Not too long ago, we reported on the decision of an Oklahoma federal court to toss a $951,000 jury verdict against Hillerich and Bradsby, the manufacturer of Louisville Slugger baseball bats. As you may recall, the jury had awarded a 15-year old boy and his parents nearly $1 million after he was struck in the face by a line drive, causing severe facial injuries. In reaching its decision, the jury determined that the aluminum bat was defective and unreasonably dangerous because it could hit a ball faster than its wooden counterparts – a condition for which Louisville Slugger failed to warn. Moreover, it determined that the boy did not assume the risk of injury when electing to play baseball. The court held, however, that there was “no basis for a reasonable jury to find that the bat had ‘dangerous characteristics.’”
In an unpublished decision, the Tenth Circuit Court of Appeals recently affirmed the trial court’s decision to grant Hellerich’s motion for judgment as a matter of law. In a well-written opinion, the Court examined the plaintiff’s theory that the bat was unreasonably dangerous because it hit a ball “too fast.” In order to recover on such a theory, logically the plaintiff would need to show the the speed of a ball off of an “ordinary” bat versus the speed of the ball off of the bat at issue. Because the plaintiff produced no objective evidence of either component, the Court held that the district court judge did not err in correcting the jury’s verdict on defective design. The opinion can be found at Yeaman v. Hillerich & Bradsby Co., No. 12-6254 (10th. Cir. June 30. 2014).
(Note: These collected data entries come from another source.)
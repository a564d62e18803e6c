import { mkdtempSync, readFileSync, rmSync } from 'node:fs';
import { tmpdir } from 'node:os';
import { join } from 'node:path';
import { Command } from 'commander';
import { afterAll, afterEach, beforeAll, describe, expect, it, vi } from 'vitest';
import { readExpectations } from '../../src/appraisal/followup.js';
import { addAppraise } from '../../src/cli/appraise.js';
import { collectLine, collectPoint, collectSlice, collectWall } from '../../src/cli/appraise-options.js';
import { readDataset, writeDataset } from '../../src/formats/registry.js';
import { hexBox, makeArray } from '../helpers/meshes.js';

const folder = mkdtempSync(join(tmpdir(), 'appraise-'));
afterAll(() => rmSync(folder, { recursive: true, force: true }));
const at = (name: string): string => join(folder, name);

/** Precursor of 8 x 8 x 4 cells on a duct of 2 x 1 x 0.5 m: 10 m/s along x, k and epsilon uniform. */
async function writePrecursor(name: string, k: number, epsilon: number): Promise<void> {
  const mesh = hexBox(8, 8, 4, { lengths: [2, 1, 0.5] });
  const n = 8 * 8 * 4;
  const velocity = new Float64Array(3 * n);
  for (let i = 0; i < n; i++) velocity[3 * i] = 10;
  await writeDataset(at(name), {
    mesh,
    cellArrays: [
      makeArray('Velocity', 3, velocity),
      makeArray('TurbulentEnergyKinetic', 1, new Float64Array(n).fill(k)),
      makeArray('TurbulentDissipation', 1, new Float64Array(n).fill(epsilon)),
    ],
    pointArrays: [],
    notes: new Map(),
  });
}

beforeAll(async () => {
  await writePrecursor('precursor.vtu', 1, 5);
  await writePrecursor('unsteady.vtu', 0.5, 5);
  await writeDataset(at('target.vtu'), {
    mesh: hexBox(32, 16, 8, { lengths: [2, 1, 0.5] }),
    cellArrays: [],
    pointArrays: [],
    notes: new Map(),
  });
});

let out = '';
async function run(...args: string[]): Promise<string> {
  out = '';
  vi.spyOn(process.stdout, 'write').mockImplementation((text) => {
    out += String(text);
    return true;
  });
  vi.spyOn(process.stderr, 'write').mockImplementation(() => true);
  const program = new Command('eddygraft').version('1.2.3').exitOverride();
  addAppraise(program);
  await program.parseAsync(['appraise', ...args, '--workers', '1'], { from: 'user' });
  return out;
}
afterEach(() => vi.restoreAllMocks());

interface AppraiseDocument {
  readonly summary: {
    readonly cells: number;
    readonly meanGridRatio: number;
    readonly meanShare: number;
    readonly verdict: string;
    readonly impliedCells: number;
  };
  readonly plan: {
    readonly timeStep: number;
    readonly flowThroughTime: number;
    readonly turnoverTime: number;
    readonly costHours: number;
  };
  readonly monitors: readonly { readonly kind: string }[];
  readonly second: { readonly comparison: { readonly lengthRatio: number } };
  readonly outside: { readonly inside: number };
}

describe('appraise command', () => {
  it('gives the verdicts and figures of a hand calculation', async () => {
    // L = 1 / 5 = 0.2 m on cells of 62.5 mm: GridRatio 3.2, share by the von Karman table between .510 (3) and .645 (5):
    // too coarse. 80 % needs 0.2 / 11.97 = 16.7 mm: 1 m3 / 4.66e-6 m3 = 214 400 cells.
    const document = JSON.parse(
      await run(
        at('precursor.vtu'),
        at('target.vtu'),
        '--json',
        '--second',
        at('unsteady.vtu'),
        '--seconds-per-step',
        '3',
      ),
    ) as AppraiseDocument;
    expect(document.summary.cells).toBe(4096);
    expect(document.summary.meanGridRatio).toBeCloseTo(3.2, 6);
    expect(document.summary.meanShare).toBeGreaterThan(0.51);
    expect(document.summary.meanShare).toBeLessThan(0.55);
    expect(document.summary.verdict).toBe('too coarse');
    expect(Math.abs(document.summary.impliedCells / 214_400 - 1)).toBeLessThan(0.01);
    // Largest and 99th percentile: 10 / 0.0625 + 3 sqrt(2 / 3) sqrt(3) / 0.0625 = 227.9 1/s; 0.5 of that decides.
    expect(Math.abs(document.plan.timeStep / (0.5 / 227.9) - 1)).toBeLessThan(2e-3);
    expect(document.plan.turnoverTime).toBeCloseTo(0.2, 6);
    expect(document.plan.flowThroughTime).toBeCloseTo(0.2 * (31 / 32), 6);
    expect(document.plan.costHours).toBeGreaterThan(0);
    expect(document.second.comparison.lengthRatio).toBeCloseTo(0.5 ** 1.5, 6);
    expect(document.outside.inside).toBe(4096);
  });

  it('writes field, monitor plan and report', async () => {
    const text = await run(
      at('precursor.vtu'),
      at('target.vtu'),
      '--walls',
      'y=0',
      '--periodic',
      'z',
      '--constant',
      'ViscosityKinematic=1.5e-5',
      '-o',
      at('judged.vtu'),
      '--monitors',
      at('monitors.csv'),
      '--report',
      at('page.html'),
      '--point',
      'hub=1,0.5,0.25',
      '--line',
      'rake=1.5,0.2,0.25:1.5,0.8,0.25:4',
      '--slice',
      'z=0.2',
    );
    expect(text).toContain('Worst regions');
    expect(text).toContain('Spacings in wall units');
    const judged = await readDataset(at('judged.vtu'));
    const values = (name: string): ArrayLike<number | bigint> =>
      judged.cellArrays.find((array) => array.name === name)!.load();
    expect(values('CellWidth')[17]).toBeCloseTo(0.0625, 9);
    expect(Number(values('CellWidthWanted')[17])).toBeLessThan(0.05);
    expect(Number(values('ResolvableShare')[17])).toBeGreaterThan(0.4);
    // eta = (3.375e-15 / epsilon)^(1/4) at the epsilon of the cells, 5 m2/s3: 0.161 mm.
    expect(Math.abs(Number(values('KolmogorovLength')[2000]) / 1.61e-4 - 1)).toBeLessThan(0.01);
    const monitors = readFileSync(at('monitors.csv'), 'utf8');
    expect(monitors).toContain('\nhub,point,1,0.5,0.25,');
    expect(monitors.match(/\nrake-0\d,line,/g)!.length).toBe(4);
    // The plan is what followup reads.
    expect(readExpectations(monitors, 'monitors.csv').get('hub')!.cellWidth).toBeCloseTo(0.0625, 9);
    const page = readFileSync(at('page.html'), 'utf8');
    expect(page).toContain('Cell width wanted');
    expect(page).toContain('Monitors on the map of k');
    await expect(run(at('precursor.vtu'), at('target.vtu'), '--report', at('page.html'))).rejects.toThrow(
      'exists already',
    );
  });

  it('takes what the precursor lacks from options, and names it otherwise', async () => {
    await writeDataset(at('mean.vtu'), {
      mesh: hexBox(4, 4, 4, { lengths: [2, 1, 0.5] }),
      cellArrays: [
        makeArray(
          'Velocity',
          3,
          Float64Array.from({ length: 192 }, (_, i) => (i % 3 === 0 ? 10 : 0)),
        ),
      ],
      pointArrays: [],
      notes: new Map(),
    });
    await expect(run(at('mean.vtu'), at('target.vtu'))).rejects.toThrow('--intensity');
    // Intensity 8.165 %: k = 1.5 (0.8165)^2 = 1; L11 = 0.0775 m is L = 0.2 m at L11 / L = 0.3875: the case above.
    const document = JSON.parse(
      await run(at('mean.vtu'), at('target.vtu'), '--intensity', '0.08165', '--length', '0.0775', '--json'),
    ) as AppraiseDocument;
    expect(Math.abs(document.summary.meanGridRatio / 3.2 - 1)).toBeLessThan(0.01);
  });

  it('does nothing in a dry run', async () => {
    await run(at('precursor.vtu'), at('target.vtu'), '--dry-run', '--report', at('never.html'));
    expect(() => readFileSync(at('never.html'))).toThrow();
  });
});

describe('options of appraise', () => {
  it('read points, lines, walls and slices', () => {
    expect(collectPoint('a=1,2,-3e-1')).toEqual([{ name: 'a', at: [1, 2, -0.3] }]);
    expect(collectLine('l=0,0,0:1,1,1:3')).toEqual([{ name: 'l', from: [0, 0, 0], to: [1, 1, 1], count: 3 }]);
    expect(collectWall('y=0.5')).toEqual([{ plane: 'y', at: 0.5 }]);
    expect(collectWall('box=0,0,0:1,2,3')).toEqual([
      {
        box: [
          [0, 0, 0],
          [1, 2, 3],
        ],
      },
    ]);
    expect(collectWall('hull', ['all'])).toEqual(['all', 'hull']);
    expect(collectSlice('x=-1')).toEqual([{ axis: 'x', position: -1 }]);
    for (const wrong of ['1,2,3', 'a=1,2', 'a=1,,3', 'a=x,1,2']) expect(() => collectPoint(wrong)).toThrow();
    expect(() => collectLine('l=0,0,0:1,1,1')).toThrow('COUNT');
    expect(() => collectSlice('w=1')).toThrow('z=0.2');
  });
});
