import { spawnSync } from 'node:child_process';
import FFT from 'fft.js';
import { describe, expect, it } from 'vitest';
import { fourierPlan, realPower, transform } from '../../src/appraisal/signal/fourier.js';
import { spectralPeaks, strouhal } from '../../src/appraisal/signal/peak.js';
import { readSlope } from '../../src/appraisal/signal/slope.js';
import {
  integralTime,
  meanStandardError,
  moments,
  runningMean,
  timeForMeanError,
  timeForVarianceError,
} from '../../src/appraisal/signal/statistics.js';
import { batchLengthFor, marginalStandardError } from '../../src/appraisal/signal/transient.js';
import { segmentLengthFor, welchSpectrum } from '../../src/appraisal/signal/welch.js';
import { gaussian, ornsteinUhlenbeck, withSpectrum } from './signals.js';

const scipyThere = spawnSync('/usr/bin/python3', ['-c', 'import scipy.signal']).status === 0;
if (!scipyThere) console.log('skipped: comparison with scipy.signal.welch (no scipy in /usr/bin/python3)');

describe('Fourier transform', () => {
  it.each([2, 8, 64, 1024])('of length %d agrees with fft.js', (n) => {
    const normal = gaussian(`fft ${n}`);
    const real = Float64Array.from({ length: n }, normal);
    const imaginary = Float64Array.from({ length: n }, normal);
    const reference = new FFT(n);
    const input = reference.createComplexArray();
    for (let i = 0; i < n; i++) {
      input[2 * i] = real[i] as number;
      input[2 * i + 1] = imaginary[i] as number;
    }
    const output = reference.createComplexArray();
    reference.transform(output, input);
    transform(fourierPlan(n), real, imaginary);
    for (let k = 0; k < n; k++) {
      expect(Math.abs((real[k] as number) - output[2 * k])).toBeLessThan(1e-11 * n);
      expect(Math.abs((imaginary[k] as number) - output[2 * k + 1])).toBeLessThan(1e-11 * n);
    }
  });

  it('gives the power of a real signal through half the length', () => {
    const n = 128;
    const signal = Float64Array.from({ length: n }, gaussian('real'));
    const real = Float64Array.from(signal);
    const imaginary = new Float64Array(n);
    transform(fourierPlan(n), real, imaginary);
    const power = new Float64Array(n / 2 + 1);
    realPower(fourierPlan(n / 2), signal, power);
    for (let k = 0; k <= n / 2; k++) {
      expect(power[k]).toBeCloseTo((real[k] as number) ** 2 + (imaginary[k] as number) ** 2, 9);
    }
  });

  it('refuses lengths that are no power of two', () => {
    expect(() => fourierPlan(12)).toThrow('power of two');
  });
});

describe('Welch spectrum', () => {
  it.skipIf(!scipyThere)('agrees with scipy.signal.welch', () => {
    const signal = ornsteinUhlenbeck(5000, 0.01, 0.2, 1.3, 'scipy');
    const ours = welchSpectrum(signal, 0.01, { segmentLength: 512 });
    const program = `
import sys, json, numpy, scipy.signal
x = numpy.array(json.load(sys.stdin))
f, p = scipy.signal.welch(x, fs=100.0, window='hann', nperseg=512, noverlap=256, detrend='constant', scaling='density')
print(json.dumps({'f': f.tolist(), 'p': p.tolist()}))`;
    const run = spawnSync('/usr/bin/python3', ['-c', program], {
      input: JSON.stringify([...signal]),
      encoding: 'utf8',
    });
    const theirs = JSON.parse(run.stdout) as { f: number[]; p: number[] };
    expect(theirs.f.length).toBe(ours.frequency.length);
    for (let k = 0; k < theirs.f.length; k++) {
      expect(ours.frequency[k]).toBeCloseTo(theirs.f[k] as number, 10);
      expect(Math.abs((ours.density[k] as number) / (theirs.p[k] as number) - 1)).toBeLessThan(1e-9);
    }
  });

  it('finds the density of white noise and of an Ornstein-Uhlenbeck process', () => {
    const noise = Float64Array.from({ length: 1 << 16 }, gaussian('white'));
    const white = welchSpectrum(noise, 0.5, { segmentLength: 256 });
    // One-sided density of white noise: 2 step times the variance, here the sample's own.
    let mean = 0;
    for (let k = 4; k < 124; k++) mean += (white.density[k] as number) / 120;
    expect(Math.abs(mean / moments(noise).variance - 1)).toBeLessThan(0.01);
    // S(f) = 4 sigma^2 T / (1 + (2 pi f T)^2).
    const process = welchSpectrum(ornsteinUhlenbeck(1 << 17, 0.02, 0.5, 2, 'density'), 0.02, { segmentLength: 1024 });
    for (const f of [0.2, 1, 3]) {
      const k = Math.round(f / (process.frequency[1] as number));
      let near = 0;
      let exact = 0;
      for (let j = k - 3; j <= k + 3; j++) {
        near += process.density[j] as number;
        exact += (4 * 4 * 0.5) / (1 + (2 * Math.PI * (process.frequency[j] as number) * 0.5) ** 2);
      }
      expect(Math.abs(near / exact - 1)).toBeLessThan(0.08);
    }
  });

  it('integrates to the variance', () => {
    const signal = ornsteinUhlenbeck(1 << 15, 0.1, 0.8, 1.7, 'variance');
    const { frequency, density } = welchSpectrum(signal, 0.1, { segmentLength: 2048 });
    let sum = 0;
    for (const d of density) sum += d * (frequency[1] as number);
    expect(Math.abs(sum / moments(signal).variance - 1)).toBeLessThan(0.05);
  });

  it('chooses segments that give at least eight averages', () => {
    for (const n of [100, 1000, 4096, 50_000]) {
      const length = segmentLengthFor(n);
      expect(Math.floor((2 * n) / length) - 1).toBeGreaterThanOrEqual(8);
    }
    expect(() => welchSpectrum(new Float64Array(10), 1, { segmentLength: 16 })).toThrow('16 values');
  });
});

describe('transient', () => {
  it('finds the end of a known ramp within a twenty-fifth of the record', () => {
    for (const seed of ['a', 'b', 'c', 'd', 'e']) {
      const n = 20_000;
      const noise = ornsteinUhlenbeck(n, 1, 5, 0.2, `ramp ${seed}`);
      const signal = noise.map((x, i) => x + 1 + (i < 4000 ? -3 * (1 - i / 4000) : 0));
      const { samples, ended } = marginalStandardError(signal, batchLengthFor(n));
      expect(ended).toBe(true);
      // The last tenth of the ramp is lower than the noise, so the rule may stop a little early.
      expect(samples).toBeGreaterThan(3200);
      expect(samples).toBeLessThan(4800);
    }
  });

  it('says that a ramp over the whole record has not ended', () => {
    const noise = ornsteinUhlenbeck(10_000, 1, 5, 0.05, 'drift');
    expect(marginalStandardError(noise.map((x, i) => x + i / 2000)).ended).toBe(false);
  });

  it('discards nothing of a constant and next to nothing of plain noise', () => {
    expect(marginalStandardError(new Float64Array(1000).fill(3)).samples).toBe(0);
    const normal = gaussian('stationary');
    expect(marginalStandardError(Float64Array.from({ length: 20_000 }, normal)).samples).toBeLessThan(6000);
  });

  it('agrees with the published formula evaluated term by term', () => {
    const signal = ornsteinUhlenbeck(200, 1, 3, 1, 'formula').map((x, i) => x + 4 * Math.exp(-i / 10));
    const means = Array.from({ length: 40 }, (_, b) => signal.slice(5 * b, 5 * b + 5).reduce((a, x) => a + x, 0) / 5);
    let best = Number.POSITIVE_INFINITY;
    let at = -1;
    for (let d = 0; d <= 35; d++) {
      const rest = means.slice(d);
      const mean = rest.reduce((a, x) => a + x, 0) / rest.length;
      const z = rest.reduce((a, x) => a + (x - mean) ** 2, 0) / rest.length ** 2;
      if (z < best) {
        best = z;
        at = d;
      }
    }
    const found = marginalStandardError(signal, 5);
    expect(found.samples).toBe(5 * at);
    expect(found.marginalError).toBeCloseTo(best, 10);
  });
});

describe('averaging', () => {
  it('knows the integral time of an Ornstein-Uhlenbeck process', () => {
    const signal = ornsteinUhlenbeck(200_000, 0.05, 1, 1, 'integral');
    expect(Math.abs(integralTime(signal, 0.05) - 1)).toBeLessThan(0.1);
  });

  it('predicts the scatter of means and variances of short records', () => {
    // 400 independent records of 100 integral times; exact finite-record factor for the mean: 0.0198 (Tennekes & Lumley).
    const records = 400;
    const means: number[] = [];
    const variances: number[] = [];
    for (let r = 0; r < records; r++) {
      const signal = ornsteinUhlenbeck(1000, 0.1, 1, 1, `record ${r}`);
      means.push(moments(signal).mean);
      // About the known mean, so that only the scatter of the squares counts.
      variances.push(signal.reduce((a, x) => a + x * x, 0) / signal.length);
    }
    const scatter = (values: readonly number[]): number => {
      const mean = values.reduce((a, x) => a + x, 0) / records;
      return Math.sqrt(values.reduce((a, x) => a + (x - mean) ** 2, 0) / records);
    };
    // The scatter of 400 values is known to 1 / sqrt(800) = 3.5 %; three of those.
    expect(Math.abs(scatter(means) / meanStandardError(1, 1, 100) - 1)).toBeLessThan(0.11);
    expect(Math.abs(scatter(variances) / Math.sqrt(2 / 100) - 1)).toBeLessThan(0.11);
  });

  it('gives the averaging times of the textbook', () => {
    // 1 % of the mean at 10 % intensity: 200 integral times; 2 % of the variance: 5000.
    expect(timeForMeanError(0.01, 1, 0.01)).toBeCloseTo(200, 9);
    expect(timeForVarianceError(1, 0.02)).toBeCloseTo(5000, 9);
  });

  it('covers the true mean with 95 % intervals about 95 times of 100', () => {
    let covered = 0;
    for (let r = 0; r < 200; r++) {
      const running = runningMean(ornsteinUhlenbeck(2000, 0.1, 1, 1, `cover ${r}`), 0, 0.1, 1, 50);
      if (Math.abs(running.mean[49] as number) < (running.halfWidth[49] as number)) covered++;
    }
    expect(covered).toBeGreaterThan(180);
    expect(covered).toBeLessThan(199);
  });
});

describe('shedding', () => {
  it('reads the Strouhal number from a synthetic signal in turbulence', () => {
    // Circular cylinder below the drag crisis: 0.21 (Ong & Wallace 1996 at Re 3900); D = 0.02 m, U = 12 m/s: 126 Hz.
    const n = 1 << 14;
    const step = 1e-4;
    const noise = ornsteinUhlenbeck(n, step, 0.002, 0.3, 'shedding');
    const signal = noise.map((x, i) => x + 0.5 * Math.sin(2 * Math.PI * 126 * i * step));
    const [peak] = spectralPeaks(welchSpectrum(signal, step));
    expect(peak).toBeDefined();
    expect(Math.abs(strouhal(peak!.frequency, 0.02, 12) - 0.21)).toBeLessThan(0.002);
  });

  it('finds no line in turbulence without one', () => {
    for (let seed = 0; seed < 10; seed++) {
      const signal = ornsteinUhlenbeck(1 << 14, 1e-4, 0.002, 0.3, `plain ${seed}`);
      expect(spectralPeaks(welchSpectrum(signal, 1e-4))).toEqual([]);
    }
  });

  it('takes no steep bend of a spectrum for a line', () => {
    for (let seed = 0; seed < 6; seed++) {
      const bent = (f: number): number => (1 + (f / 6) ** 2) ** (-5 / 6) * 0.5 ** ((f / 150) ** 4);
      const signal = withSpectrum(1 << 13, 1 / 2000, bent, `bent ${seed}`);
      expect(spectralPeaks(welchSpectrum(signal, 1 / 2000))).toEqual([]);
    }
  });
});

describe('slope', () => {
  const karman = (f: number): number => (1 + (f / 2) ** 2) ** (-5 / 6);

  it('sees -5/3 up to the end of a von Karman signal', () => {
    const signal = withSpectrum(1 << 13, 1 / 400, karman, 'inertial');
    const spectrum = welchSpectrum(signal, 1 / 400);
    const reading = readSlope(spectrum, 4, 200);
    expect(reading?.leaves).toBeUndefined();
    expect(Math.abs(reading!.slope + 5 / 3)).toBeLessThan(0.12);
    expect(reading!.decades).toBeGreaterThan(1);
    // Level: S -> f_e^(5/3) f^(-5/3) at high frequency, f_e = 2 Hz.
    expect(Math.abs(reading!.level / 2 ** (5 / 3) - 1)).toBeLessThan(0.25);
  });

  it.each([20, 40])('finds where the spectrum drops: half of the line at %d Hz', (half) => {
    const cut = (f: number): number => karman(f) * 0.5 ** ((f / half) ** 4);
    const spectrum = welchSpectrum(withSpectrum(1 << 13, 1 / 400, cut, `cut ${half}`), 1 / 400);
    const reading = readSlope(spectrum, 4, 200);
    expect(Math.abs(reading!.leaves! / half - 1)).toBeLessThan(0.15);
  });

  it('sees energy piling up at the end', () => {
    const raised = (f: number): number => karman(f) * (f > 100 ? (f / 100) ** 3 : 1);
    const spectrum = welchSpectrum(withSpectrum(1 << 13, 1 / 400, raised, 'pile'), 1 / 400);
    expect(readSlope(spectrum, 4, 80)!.pileUp).toBe(true);
  });
});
While this case involves a much different set of facts and rests on a different theory of recovery, it is an interesting contrast to the recent flying hot dog opinion in which the court held that the risk of being hit by a flying dog was not inherent to baseball and, thus, a baseball team could not be shielded from liability. The risks of being injured by a ball struck by a bat are clearly inherent to the game. This Louisville Slugger case, on the other hand, attempted to establish that the bat was somehow unreasonably dangerous beyond those inherent risks. An interesting theory, to be sure. While the jury may have bought it, the court saw otherwise.